Les+
- April 2011 cover
- Founder: Jing Zhao
- Founded: 2005
- Country: China
- Based in: Beijing, China

= Les+ Magazine =

Chinese LGBTQ magazine

Les+ Magazine is a Beijing-based community magazine. It was started in 2005 by a group of young Chinese lesbians, or lalas (Chinese: 拉拉; pinyin: lālā). Les+ is the first magazine for queer women in China, which has a growing lesbian culture. Its publication was suspended in 2015.

== Origins ==
Jing Zhao was one of the women who founded Les+ in 2005, China's first and only queer women's magazine. The magazine surfaced from the growing online culture of forums and chatrooms in China in the 2000s. In 1999, the first online lala forum was created.

The Les+ group was named after the Les+ magazine they created – the first and the only lesbian magazine to date in mainland China. This magazine was initiated by two lesbian women in their twenties. They met on the Internet in 2003 and started Les+ one year later in order to enable each of their girlfriends to develop confidence in their relationships. Les+’s activities, including magazine production, are run in members’ leisure-time without payment. All the costs were supported by local and overseas foundations.
— Jing Fan, Reaching out for the lala identity: a case study of a lesbian magazine and community making in Beijing, China
The slogan on the cover of the first issue states: "After the darkness fades away, I’ll be holding your hand, walking under the sunlight with pride, boldly and happily living our lives!".
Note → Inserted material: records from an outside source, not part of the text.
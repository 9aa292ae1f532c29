"""QRS detection against expert beat annotations of open PhysioNet databases.

Matching: a detection matches a reference beat within 150 ms, one to one
(wfdb.processing.compare_annotations, ANSI/AAMI EC57 style). Reference beats are the beat
annotation symbols of the WFDB/MIT format (PhysioNet "Annotation codes" table):
N L R B A a J S V r F e j n E / f Q ? -- rhythm, noise and comment labels are not beats.
"""

from __future__ import annotations

from pathlib import Path

import numpy as np
import pytest

from reviewapp.core.dsp.filters import condition
from reviewapp.core.dsp.qrs import detect_qrs, detection_feature

wfdb = pytest.importorskip("wfdb")
from wfdb import processing  # noqa: E402

BEAT_SYMBOLS = frozenset("NLRBAaJSVrFejnE/fQ?")
MATCH_S = 0.150

# QTDB selection: MIT-BIH arrhythmia (sel1xx/2xx incl. paced sel102), MIT-BIH ST change
# (sel3xx), supraventricular (sel8xx), normal sinus (sel16xxx), long-term ST (sel14xxx),
# European ST-T (sele0xxx), sudden death (sel3x/4x). First 3 minutes each.
QTDB_RECORDS = (
    "sel100",
    "sel102",
    "sel104",
    "sel114",
    "sel123",
    "sel221",
    "sel232",
    "sel301",
    "sel808",
    "sel14157",
    "sel16265",
    "sel16420",
    "sele0106",
    "sele0129",
    "sele0604",
    "sel30",
    "sel45",
)
QTDB_SECONDS = 180


def _compare(ref: np.ndarray, test: np.ndarray, fs: float) -> tuple[int, int, int]:
    cmp = processing.compare_annotations(
        np.asarray(ref, dtype=np.int64), np.asarray(test, dtype=np.int64), int(MATCH_S * fs)
    )
    return int(cmp.tp), int(cmp.fn), int(cmp.fp)


def _beats(ann) -> np.ndarray:
    return np.array(
        [s for s, sym in zip(ann.sample, ann.symbol, strict=True) if sym in BEAT_SYMBOLS],
        dtype=np.int64,
    )


def _detect(x: np.ndarray, fs: float) -> np.ndarray:
    x = np.nan_to_num(np.asarray(x, dtype=np.float32))
    c = condition(x, fs)
    return detect_qrs(c, fs, np.ones(x.shape[1], dtype=bool))


def _se_ppv(tp: int, fn: int, fp: int) -> tuple[float, float]:
    return tp / max(1, tp + fn), tp / max(1, tp + fp)


def test_mitdb_100_whole_record(shared_data: Path) -> None:
    # MIT-BIH Arrhythmia Database record 100, 30 min, both leads, against its .atr reference
    # (Moody & Mark 2001). Target from the brief: Se and PPV >= 99.8 %.
    path = str(shared_data / "mitdb" / "100")
    rec = wfdb.rdrecord(path)
    ref = _beats(wfdb.rdann(path, "atr"))
    assert ref.size > 2000
    r = _detect(rec.p_signal, rec.fs)
    se, ppv = _se_ppv(*_compare(ref, r, rec.fs))
    print(f"MIT-BIH 100: {ref.size} reference beats, Se {se:.4%}, PPV {ppv:.4%}")
    assert se >= 0.998 and ppv >= 0.998
    assert np.all(np.diff(r) > 0) and r.dtype == np.int64


def test_qtdb_selection(shared_data: Path) -> None:
    # QT Database (Laguna et al. 1997) beat labels: .atr where present, else .man (manual
    # labels covering part of the record: detections outside the labelled span are ignored).
    # Measured when written: Se 100.00 %, PPV 99.91 % over these records; the floors hold
    # that level with a margin of a few beats.
    tot = np.zeros(3, dtype=np.int64)
    worst: list[str] = []
    for name in QTDB_RECORDS:
        path = shared_data / "qtdb" / name
        if not path.with_suffix(".hea").exists():
            continue
        ext = "atr" if path.with_suffix(".atr").exists() else "man"
        rec = wfdb.rdrecord(str(path), sampto=int(QTDB_SECONDS * 250))
        fs = rec.fs
        ref = _beats(wfdb.rdann(str(path), ext, sampto=int(QTDB_SECONDS * fs)))
        if ref.size == 0:
            continue
        r = _detect(rec.p_signal, fs)
        if ext == "man":
            r = r[(r >= ref[0] - MATCH_S * fs) & (r <= ref[-1] + MATCH_S * fs)]
        counts = _compare(ref, r, fs)
        tot += counts
        if counts[1] or counts[2]:
            worst.append(f"{name}: fn {counts[1]} fp {counts[2]}")
    assert tot[0] > 3000, "too few QTDB records found"
    se, ppv = _se_ppv(*tot)
    print(f"QTDB ({len(QTDB_RECORDS)} records, {QTDB_SECONDS} s): Se {se:.4%} PPV {ppv:.4%}", worst)
    assert se >= 0.999 and ppv >= 0.997, worst


def test_ludb_lead_i_beats(shared_data: Path) -> None:
    # LUDB (Kalyakulina et al. 2020): cardiologists marked every QRS ('N' peak label) in
    # lead I (.i files), except usually the first and last beat of the 10 s: detections
    # outside the span of the marks (+-150 ms) are not counted. Every record in the folder
    # (sinus rhythm, AF, flutter, bundle branch blocks, extrasystoles, paced rhythms).
    # Target: Se and PPV >= 99 %; measured when written: Se 99.92 %, PPV 99.77 %.
    tot = np.zeros(3, dtype=np.int64)
    n_records = 0
    for hea in sorted((shared_data / "ludb").glob("*.hea")):
        path = hea.with_suffix("")
        n_records += 1
        rec = wfdb.rdrecord(str(path))
        ann = wfdb.rdann(str(path), "i")
        ref = np.array(
            [s for s, sym in zip(ann.sample, ann.symbol, strict=True) if sym == "N"], np.int64
        )
        r = _detect(rec.p_signal, rec.fs)
        r = r[(r >= ref[0] - MATCH_S * rec.fs) & (r <= ref[-1] + MATCH_S * rec.fs)]
        tot += _compare(ref, r, rec.fs)
    assert tot[0] > 500, "too few LUDB records found"
    se, ppv = _se_ppv(*tot)
    print(f"LUDB ({n_records} records): Se {se:.4%} PPV {ppv:.4%}")
    assert se >= 0.995 and ppv >= 0.995


@pytest.mark.parametrize("fs_new", [125, 250, 1000, 2000])
def test_resampled_mitdb_100(shared_data: Path, fs_new: int) -> None:
    # The same 3 minutes of MIT-BIH 100 resampled with scipy.signal.resample_poly: detection
    # must not depend on the sampling rate. The first and last 0.5 s are left out (the
    # resampler's own edge transient). R position error stays under 10 ms on average.
    from scipy.signal import resample_poly

    path = str(shared_data / "mitdb" / "100")
    rec = wfdb.rdrecord(path, sampto=360 * 180)
    ref = _beats(wfdb.rdann(path, "atr", sampto=360 * 180))
    y = resample_poly(rec.p_signal, fs_new, 360, axis=0)
    r = _detect(y, float(fs_new))
    ref_new = np.round(ref * fs_new / 360).astype(np.int64)
    lo, hi = int(0.5 * fs_new), y.shape[0] - int(0.5 * fs_new)
    ref_new = ref_new[(ref_new >= lo) & (ref_new < hi)]
    r = r[(r >= lo) & (r < hi)]
    cmp = processing.compare_annotations(ref_new, r, int(MATCH_S * fs_new))
    assert cmp.sensitivity >= 0.998 and cmp.positive_predictivity >= 0.998
    err_ms = (cmp.matched_test_sample - cmp.matched_ref_sample) / fs_new * 1000
    assert abs(float(np.mean(err_ms))) < 10.0


def test_polarity_and_noise_lead(shared_data: Path) -> None:
    # Inverting every lead leaves the detections unchanged (the features are squared), and a
    # lead of pure noise added to MIT-BIH 100 does not spoil detection against .atr.
    path = str(shared_data / "mitdb" / "100")
    rec = wfdb.rdrecord(path, sampto=360 * 120)
    ref = _beats(wfdb.rdann(path, "atr", sampto=360 * 120))
    fs = rec.fs
    c = condition(rec.p_signal.astype(np.float32), fs)
    both = np.ones(2, dtype=bool)
    np.testing.assert_array_equal(detect_qrs(c, fs, both), detect_qrs(-c, fs, both))
    rng = np.random.default_rng(1)
    noise = rng.normal(0, 0.3, (c.shape[0], 1)).astype(np.float32)
    c3 = np.hstack([c, condition(noise, fs)])
    r = detect_qrs(c3, fs, np.ones(3, dtype=bool))
    se, ppv = _se_ppv(*_compare(ref, r, fs))
    assert se >= 0.995 and ppv >= 0.995
    # Unusable leads are ignored entirely.
    r_masked = detect_qrs(c3, fs, np.array([True, True, False]))
    np.testing.assert_array_equal(r_masked, detect_qrs(c, fs, both))


def test_degenerate_inputs() -> None:
    fs = 500.0
    flat = np.zeros((5000, 3), dtype=np.float32)
    assert detect_qrs(flat, fs, np.ones(3, bool)).size == 0
    assert detect_qrs(flat[:10], fs, np.ones(3, bool)).dtype == np.int64
    assert detect_qrs(flat, fs, np.zeros(3, bool)).size == 0
    feat, fs_d = detection_feature(flat, fs, np.ones(3, bool))
    assert feat.shape == (int(5000 * fs_d / fs),)


def _ludb_ref(path: Path) -> np.ndarray:
    ann = wfdb.rdann(str(path), "i")
    return np.array(
        [s for s, sym in zip(ann.sample, ann.symbol, strict=True) if sym == "N"], np.int64
    )


def test_ludb_paced_records_no_spike_beats(shared_data: Path) -> None:
    # Paced records per ludb.csv ("Cardiac pacing" column, Kalyakulina et al. 2020): pacing
    # spikes must not be counted as separate beats. Measured when written: 61 of 61 beats,
    # 1 extra detection (record 45, an atrial pacing spike with its paced P wave).
    import csv

    table = shared_data / "ludb" / "ludb.csv"
    with table.open(newline="") as fh:
        paced = [row["ID"] for row in csv.DictReader(fh) if "pacing" in row["Cardiac pacing"]]
    tot = np.zeros(3, dtype=np.int64)
    for rid in paced:
        path = shared_data / "ludb" / rid
        if not path.with_suffix(".hea").exists():
            continue
        rec = wfdb.rdrecord(str(path))
        ref = _ludb_ref(path)
        r = _detect(rec.p_signal, rec.fs)
        r = r[(r >= ref[0] - MATCH_S * rec.fs) & (r <= ref[-1] + MATCH_S * rec.fs)]
        tot += _compare(ref, r, rec.fs)
    assert tot[0] >= 40, "too few paced LUDB records found"
    assert tot[1] == 0 and tot[2] <= 2


def test_short_snippets(shared_data: Path) -> None:
    # 3-second pieces of LUDB records (the shortest strips a reader may load): every marked
    # QRS inside the piece is found, nothing else inside the marked span.
    tot = np.zeros(3, dtype=np.int64)
    heads = sorted((shared_data / "ludb").glob("*.hea"), key=lambda p: int(p.stem))[:8]
    for hea in heads:
        path = hea.with_suffix("")
        rec = wfdb.rdrecord(str(path))
        fs = rec.fs
        ref_all = _ludb_ref(path)
        for start in (0, int(3.5 * fs), int(7 * fs)):
            stop = start + int(3 * fs)
            ref = ref_all[(ref_all >= start) & (ref_all < stop)] - start
            if ref.size == 0:
                continue
            r = _detect(rec.p_signal[start:stop], fs)
            r = r[(r >= ref[0] - MATCH_S * fs) & (r <= ref[-1] + MATCH_S * fs)]
            tot += _compare(ref, r, fs)
    assert tot[0] >= 30
    assert tot[1] == 0 and tot[2] == 0


def test_baseline_wander_and_noise(shared_data: Path) -> None:
    # MIT-BIH 100 (first 3 min) with added 0.3 Hz, 1 mV baseline wander and 50 uV white
    # noise: detection against .atr keeps Se and PPV >= 99.5 %.
    path = str(shared_data / "mitdb" / "100")
    rec = wfdb.rdrecord(path, sampto=360 * 180)
    ref = _beats(wfdb.rdann(path, "atr", sampto=360 * 180))
    fs = rec.fs
    t = np.arange(rec.p_signal.shape[0]) / fs
    rng = np.random.default_rng(7)
    wander = np.sin(2 * np.pi * 0.3 * t)[:, None] * np.array([[1.0, -0.7]])
    x = rec.p_signal + wander + rng.normal(0, 0.05, rec.p_signal.shape)
    se, ppv = _se_ppv(*_compare(ref, _detect(x, fs), fs))
    assert se >= 0.995 and ppv >= 0.995


def test_docstring_examples() -> None:
    import doctest

    from reviewapp.core.dsp import filters, qrs

    for module in (filters, qrs):
        result = doctest.testmod(module, optionflags=doctest.NORMALIZE_WHITESPACE)
        assert result.attempted > 0 and result.failed == 0
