"""QRS boundaries: the coarse-to-fine corner step (delineate_refine) and the thresholds it
shares with the coarse QRS boundaries (delineate_qrs).

Whole-database accuracy against the readers is in test_delineate_accuracy.py (slow) and the
synthetic ground truth in test_delineate_synthetic.py; these tests pin the parts.
"""

from __future__ import annotations

import numpy as np
import pytest
from scipy import signal

from reviewapp.core.dsp.delineate_params import DelineationParams
from reviewapp.core.dsp.delineate_qrs import qrs_bounds, qrs_bounds_thresholds
from reviewapp.core.dsp.delineate_refine import refine_boundary

FS = 500.0


def _blurred_corner_block(start: int, onset: bool, cut: float = 0.75) -> np.ndarray:
    """(1, 300, 3) leads with a ramp leaving (onset) or reaching (end) a flat baseline at a
    known sample, blurred by a zero-phase Butterworth low-pass (scipy.signal.filtfilt)."""
    t = np.arange(300.0)
    ramp = np.maximum(t - start, 0.0) if onset else np.maximum(start - t, 0.0)
    y = np.minimum(ramp * 0.02, 1.0)
    yb = signal.filtfilt(*signal.butter(2, cut), y)
    return np.stack([yb, -0.6 * yb, 0.3 * yb], axis=1)[None]


@pytest.mark.parametrize("corner", [100, 137])
def test_corner_step_finds_the_exact_first_and_last_sample(corner: int) -> None:
    # A ramp that leaves the baseline after sample `corner` has its first non-zero sample at
    # corner + 1 (the onset); a ramp that reaches it at `corner` is back on the baseline at
    # `corner` (the end, where ST is read; its last non-zero sample is corner - 1).
    # A zero-phase blur (scipy filtfilt) is symmetric, so the step of the one-sided slope keeps
    # its place. Coarse marks 5 samples outside, as the 40 Hz low-pass leaves them.
    x = _blurred_corner_block(corner, onset=True)
    on = refine_boundary(x, np.array([corner - 4]), np.array([250]), np.array([0.5]), FS, True)
    assert int(on[0]) == corner + 1
    x = _blurred_corner_block(corner, onset=False)
    off = refine_boundary(x, np.array([corner + 4]), np.array([10]), np.array([0.5]), FS, False)
    assert int(off[0]) == corner


def test_corner_step_leaves_a_smooth_onset_and_a_noisy_one_alone() -> None:
    # No slope discontinuity (a Gaussian flank) or a corner buried in noise: the coarse mark
    # stays (only a clean corner moves it; see delineate_qrs.CORNER_NOISE_MULT).
    t = np.arange(300.0)
    g = np.exp(-0.5 * ((t - 150.0) / 15.0) ** 2)
    x = np.stack([g, 0.5 * g], axis=1)[None]
    out = refine_boundary(x, np.array([110]), np.array([150]), np.array([0.5]), FS, True)
    assert int(out[0]) == 110
    rng = np.random.default_rng(0)
    xn = _blurred_corner_block(100, onset=True) + rng.normal(0.0, 0.01, (1, 300, 3))
    out = refine_boundary(xn, np.array([96]), np.array([250]), np.array([0.5]), FS, True)
    assert int(out[0]) == 96


def test_thresholds_variant_gives_the_same_bounds() -> None:
    t = np.arange(400) / FS
    f = np.abs(np.gradient(np.exp(-0.5 * ((t - 0.4) / 0.012) ** 2))) * FS
    f = np.tile(f, (3, 1))
    p = DelineationParams.for_fs(FS)
    r = np.full(3, 200)
    lo, hi = np.zeros(3, np.int64), np.full(3, 399)
    on, off = qrs_bounds(f, r, lo, hi, p)
    on2, off2, thr_on, thr_off = qrs_bounds_thresholds(f, r, lo, hi, p)
    assert np.array_equal(on, on2) and np.array_equal(off, off2)
    assert np.all(thr_on > 0) and np.all(thr_off > 0)
    assert np.all(f[np.arange(3), on] <= thr_on + 1e-9)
== Lesbian culture in China ==
Although homosexuality has been legal in China since 1997, LGBT people continue to face social oppression and are not protected from discrimination by law. According to Xin Huang, Les+ exists within a growing lesbian culture: "In 2007 when I conducted the fieldwork for this research, lesbians in China have a national organization, Tongyu, their own magazine, Les+, and a club called lala, which holds weekly meetings in some large cities, as well as a lala website."